■ WHAT TO PRODUCE ■
In the entries that follow, copy exactly each line from the first through the line with "use std::fmt;".

[Stored data entries]

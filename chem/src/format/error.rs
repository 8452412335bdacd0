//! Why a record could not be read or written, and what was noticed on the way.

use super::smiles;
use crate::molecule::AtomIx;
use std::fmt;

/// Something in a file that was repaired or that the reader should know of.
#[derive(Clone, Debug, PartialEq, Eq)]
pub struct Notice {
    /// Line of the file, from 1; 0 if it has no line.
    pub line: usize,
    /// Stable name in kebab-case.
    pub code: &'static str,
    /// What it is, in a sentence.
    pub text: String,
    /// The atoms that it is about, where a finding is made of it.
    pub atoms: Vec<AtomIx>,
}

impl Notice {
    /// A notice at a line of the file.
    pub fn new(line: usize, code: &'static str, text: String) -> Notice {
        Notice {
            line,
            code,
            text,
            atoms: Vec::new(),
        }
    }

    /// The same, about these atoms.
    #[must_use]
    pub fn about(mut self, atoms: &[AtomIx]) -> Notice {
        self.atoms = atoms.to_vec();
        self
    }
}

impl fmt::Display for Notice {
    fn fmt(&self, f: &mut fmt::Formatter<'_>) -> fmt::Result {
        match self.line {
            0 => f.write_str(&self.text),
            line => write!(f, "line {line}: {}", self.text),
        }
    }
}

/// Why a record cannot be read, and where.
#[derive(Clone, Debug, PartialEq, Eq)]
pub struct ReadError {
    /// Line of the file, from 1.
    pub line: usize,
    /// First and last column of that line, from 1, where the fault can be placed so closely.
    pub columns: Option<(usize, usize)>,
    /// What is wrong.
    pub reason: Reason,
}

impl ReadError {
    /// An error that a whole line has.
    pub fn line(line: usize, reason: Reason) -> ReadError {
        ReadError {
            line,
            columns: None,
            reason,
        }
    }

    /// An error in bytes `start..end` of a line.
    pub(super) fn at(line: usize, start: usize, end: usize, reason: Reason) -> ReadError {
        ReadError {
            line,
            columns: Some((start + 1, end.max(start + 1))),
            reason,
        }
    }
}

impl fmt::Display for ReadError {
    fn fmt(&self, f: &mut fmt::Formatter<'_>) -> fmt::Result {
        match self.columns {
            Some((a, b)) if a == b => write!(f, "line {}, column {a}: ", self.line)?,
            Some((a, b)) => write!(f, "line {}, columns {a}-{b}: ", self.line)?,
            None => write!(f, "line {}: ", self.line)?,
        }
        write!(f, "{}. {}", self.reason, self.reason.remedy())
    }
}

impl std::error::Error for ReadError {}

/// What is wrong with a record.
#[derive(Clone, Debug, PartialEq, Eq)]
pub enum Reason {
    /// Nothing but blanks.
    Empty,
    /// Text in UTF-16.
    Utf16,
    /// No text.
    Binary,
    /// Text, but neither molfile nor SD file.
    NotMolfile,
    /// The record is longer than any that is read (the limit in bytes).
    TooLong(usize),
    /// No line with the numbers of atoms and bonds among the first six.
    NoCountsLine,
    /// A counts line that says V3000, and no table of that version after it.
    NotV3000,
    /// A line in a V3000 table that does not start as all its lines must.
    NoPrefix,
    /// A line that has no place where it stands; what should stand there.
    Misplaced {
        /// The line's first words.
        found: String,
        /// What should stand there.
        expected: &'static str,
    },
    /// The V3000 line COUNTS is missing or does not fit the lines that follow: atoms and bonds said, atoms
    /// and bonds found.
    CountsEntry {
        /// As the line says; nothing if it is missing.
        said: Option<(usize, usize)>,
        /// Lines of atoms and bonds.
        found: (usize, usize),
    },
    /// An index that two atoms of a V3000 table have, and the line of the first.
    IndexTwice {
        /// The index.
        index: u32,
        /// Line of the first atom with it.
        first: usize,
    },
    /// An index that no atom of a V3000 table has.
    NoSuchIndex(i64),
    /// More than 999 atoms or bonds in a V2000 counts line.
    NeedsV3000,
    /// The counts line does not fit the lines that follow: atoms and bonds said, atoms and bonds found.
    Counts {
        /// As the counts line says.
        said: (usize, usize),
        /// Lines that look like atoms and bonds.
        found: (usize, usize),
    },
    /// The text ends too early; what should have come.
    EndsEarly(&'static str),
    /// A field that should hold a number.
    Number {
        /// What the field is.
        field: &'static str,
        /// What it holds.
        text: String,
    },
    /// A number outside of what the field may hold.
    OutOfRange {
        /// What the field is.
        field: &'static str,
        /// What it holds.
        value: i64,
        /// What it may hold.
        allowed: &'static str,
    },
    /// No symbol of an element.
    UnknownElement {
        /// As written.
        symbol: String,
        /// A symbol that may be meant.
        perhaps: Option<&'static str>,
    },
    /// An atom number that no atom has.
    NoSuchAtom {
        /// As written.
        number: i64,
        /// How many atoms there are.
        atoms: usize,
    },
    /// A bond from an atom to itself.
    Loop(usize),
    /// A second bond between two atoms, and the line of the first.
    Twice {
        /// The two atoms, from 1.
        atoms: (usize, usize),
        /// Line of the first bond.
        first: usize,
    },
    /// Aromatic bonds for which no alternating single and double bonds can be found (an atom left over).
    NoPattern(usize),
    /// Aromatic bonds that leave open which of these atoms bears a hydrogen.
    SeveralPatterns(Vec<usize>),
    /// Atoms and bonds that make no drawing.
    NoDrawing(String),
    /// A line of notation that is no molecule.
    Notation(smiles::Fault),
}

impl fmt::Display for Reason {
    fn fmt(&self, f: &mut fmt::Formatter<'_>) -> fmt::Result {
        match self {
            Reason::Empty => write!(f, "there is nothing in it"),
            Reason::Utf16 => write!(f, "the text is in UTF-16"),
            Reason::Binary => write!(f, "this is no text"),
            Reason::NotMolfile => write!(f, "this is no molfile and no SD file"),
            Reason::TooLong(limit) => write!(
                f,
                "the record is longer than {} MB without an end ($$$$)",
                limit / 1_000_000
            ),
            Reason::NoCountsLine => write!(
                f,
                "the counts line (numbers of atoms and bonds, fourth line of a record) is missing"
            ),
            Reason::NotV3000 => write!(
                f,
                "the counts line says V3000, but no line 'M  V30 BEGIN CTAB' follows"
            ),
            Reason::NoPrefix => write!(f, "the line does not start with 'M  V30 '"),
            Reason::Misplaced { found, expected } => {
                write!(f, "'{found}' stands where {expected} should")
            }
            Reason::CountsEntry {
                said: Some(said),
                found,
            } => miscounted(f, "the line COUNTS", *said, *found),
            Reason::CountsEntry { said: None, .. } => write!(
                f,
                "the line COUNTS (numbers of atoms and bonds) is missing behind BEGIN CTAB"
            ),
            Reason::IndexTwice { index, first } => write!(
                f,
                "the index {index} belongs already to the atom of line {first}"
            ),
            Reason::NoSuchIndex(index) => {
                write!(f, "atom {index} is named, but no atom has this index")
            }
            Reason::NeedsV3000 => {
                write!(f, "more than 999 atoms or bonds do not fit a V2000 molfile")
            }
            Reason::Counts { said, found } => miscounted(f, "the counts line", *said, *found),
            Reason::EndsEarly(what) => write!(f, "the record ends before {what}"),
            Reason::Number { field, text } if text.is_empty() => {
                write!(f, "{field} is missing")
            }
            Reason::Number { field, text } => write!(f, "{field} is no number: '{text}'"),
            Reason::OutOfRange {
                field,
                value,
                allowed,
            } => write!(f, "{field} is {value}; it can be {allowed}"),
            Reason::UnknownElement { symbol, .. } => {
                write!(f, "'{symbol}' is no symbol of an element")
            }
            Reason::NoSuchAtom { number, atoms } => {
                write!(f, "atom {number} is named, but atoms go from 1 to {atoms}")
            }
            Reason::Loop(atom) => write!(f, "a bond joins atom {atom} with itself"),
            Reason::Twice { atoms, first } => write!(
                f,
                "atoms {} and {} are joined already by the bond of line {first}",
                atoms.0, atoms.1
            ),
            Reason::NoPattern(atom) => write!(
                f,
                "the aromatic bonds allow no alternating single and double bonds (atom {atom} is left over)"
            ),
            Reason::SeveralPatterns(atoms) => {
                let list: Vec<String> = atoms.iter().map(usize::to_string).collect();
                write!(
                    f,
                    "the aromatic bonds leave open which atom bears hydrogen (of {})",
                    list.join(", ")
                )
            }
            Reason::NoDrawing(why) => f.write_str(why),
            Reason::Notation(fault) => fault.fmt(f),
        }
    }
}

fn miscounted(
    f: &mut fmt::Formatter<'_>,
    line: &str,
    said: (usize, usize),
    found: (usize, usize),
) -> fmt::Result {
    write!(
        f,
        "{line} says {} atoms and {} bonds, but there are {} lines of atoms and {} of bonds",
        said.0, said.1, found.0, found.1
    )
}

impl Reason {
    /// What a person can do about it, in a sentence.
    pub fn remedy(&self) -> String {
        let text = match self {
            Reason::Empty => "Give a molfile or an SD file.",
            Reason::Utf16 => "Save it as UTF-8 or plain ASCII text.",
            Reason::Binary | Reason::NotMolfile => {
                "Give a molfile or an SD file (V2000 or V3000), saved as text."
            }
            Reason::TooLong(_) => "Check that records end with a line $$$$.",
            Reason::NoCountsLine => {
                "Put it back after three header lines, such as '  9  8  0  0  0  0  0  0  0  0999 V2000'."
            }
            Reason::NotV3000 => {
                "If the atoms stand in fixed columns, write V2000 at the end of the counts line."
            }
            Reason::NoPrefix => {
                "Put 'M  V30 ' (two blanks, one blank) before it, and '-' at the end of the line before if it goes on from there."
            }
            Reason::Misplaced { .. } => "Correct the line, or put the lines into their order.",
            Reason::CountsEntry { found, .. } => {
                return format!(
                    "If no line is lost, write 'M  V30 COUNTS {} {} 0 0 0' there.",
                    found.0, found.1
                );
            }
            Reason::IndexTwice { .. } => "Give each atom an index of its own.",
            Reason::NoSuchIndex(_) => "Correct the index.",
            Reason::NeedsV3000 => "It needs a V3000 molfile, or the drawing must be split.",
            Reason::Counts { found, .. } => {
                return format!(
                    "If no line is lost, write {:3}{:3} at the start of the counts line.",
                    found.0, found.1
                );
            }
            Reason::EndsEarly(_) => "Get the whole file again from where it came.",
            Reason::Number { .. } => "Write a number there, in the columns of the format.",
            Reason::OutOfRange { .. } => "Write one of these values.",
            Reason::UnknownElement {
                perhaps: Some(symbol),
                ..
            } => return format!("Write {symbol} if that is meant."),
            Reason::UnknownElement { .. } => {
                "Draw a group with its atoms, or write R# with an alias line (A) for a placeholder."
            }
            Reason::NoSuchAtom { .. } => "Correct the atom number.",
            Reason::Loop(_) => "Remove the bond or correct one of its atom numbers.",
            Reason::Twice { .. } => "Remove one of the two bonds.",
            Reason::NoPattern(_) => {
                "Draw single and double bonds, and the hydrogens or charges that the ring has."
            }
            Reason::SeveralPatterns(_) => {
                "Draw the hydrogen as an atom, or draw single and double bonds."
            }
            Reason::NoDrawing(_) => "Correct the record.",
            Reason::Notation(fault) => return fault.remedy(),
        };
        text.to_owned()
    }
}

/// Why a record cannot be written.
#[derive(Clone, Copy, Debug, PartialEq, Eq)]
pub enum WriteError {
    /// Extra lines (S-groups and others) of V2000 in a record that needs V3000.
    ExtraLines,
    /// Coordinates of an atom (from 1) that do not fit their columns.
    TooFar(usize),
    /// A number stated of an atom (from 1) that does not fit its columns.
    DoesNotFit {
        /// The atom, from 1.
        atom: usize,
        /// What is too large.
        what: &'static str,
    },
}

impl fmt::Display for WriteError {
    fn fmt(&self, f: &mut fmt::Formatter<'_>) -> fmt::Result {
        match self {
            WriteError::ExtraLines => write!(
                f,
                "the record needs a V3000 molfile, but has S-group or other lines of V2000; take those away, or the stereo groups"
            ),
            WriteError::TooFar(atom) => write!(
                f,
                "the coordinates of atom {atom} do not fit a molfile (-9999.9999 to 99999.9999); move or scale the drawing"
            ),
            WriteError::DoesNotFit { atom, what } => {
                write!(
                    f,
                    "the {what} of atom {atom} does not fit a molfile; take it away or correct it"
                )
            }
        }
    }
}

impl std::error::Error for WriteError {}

■ SOLUTION TO THE PROBLEM ■
filename chem/src/format/error.rs
repository 8452412335bdacd0
//! Why a record could not be read or written, and what was noticed on the way.

use super::smiles;
use crate::molecule::AtomIx;
use std::fmt;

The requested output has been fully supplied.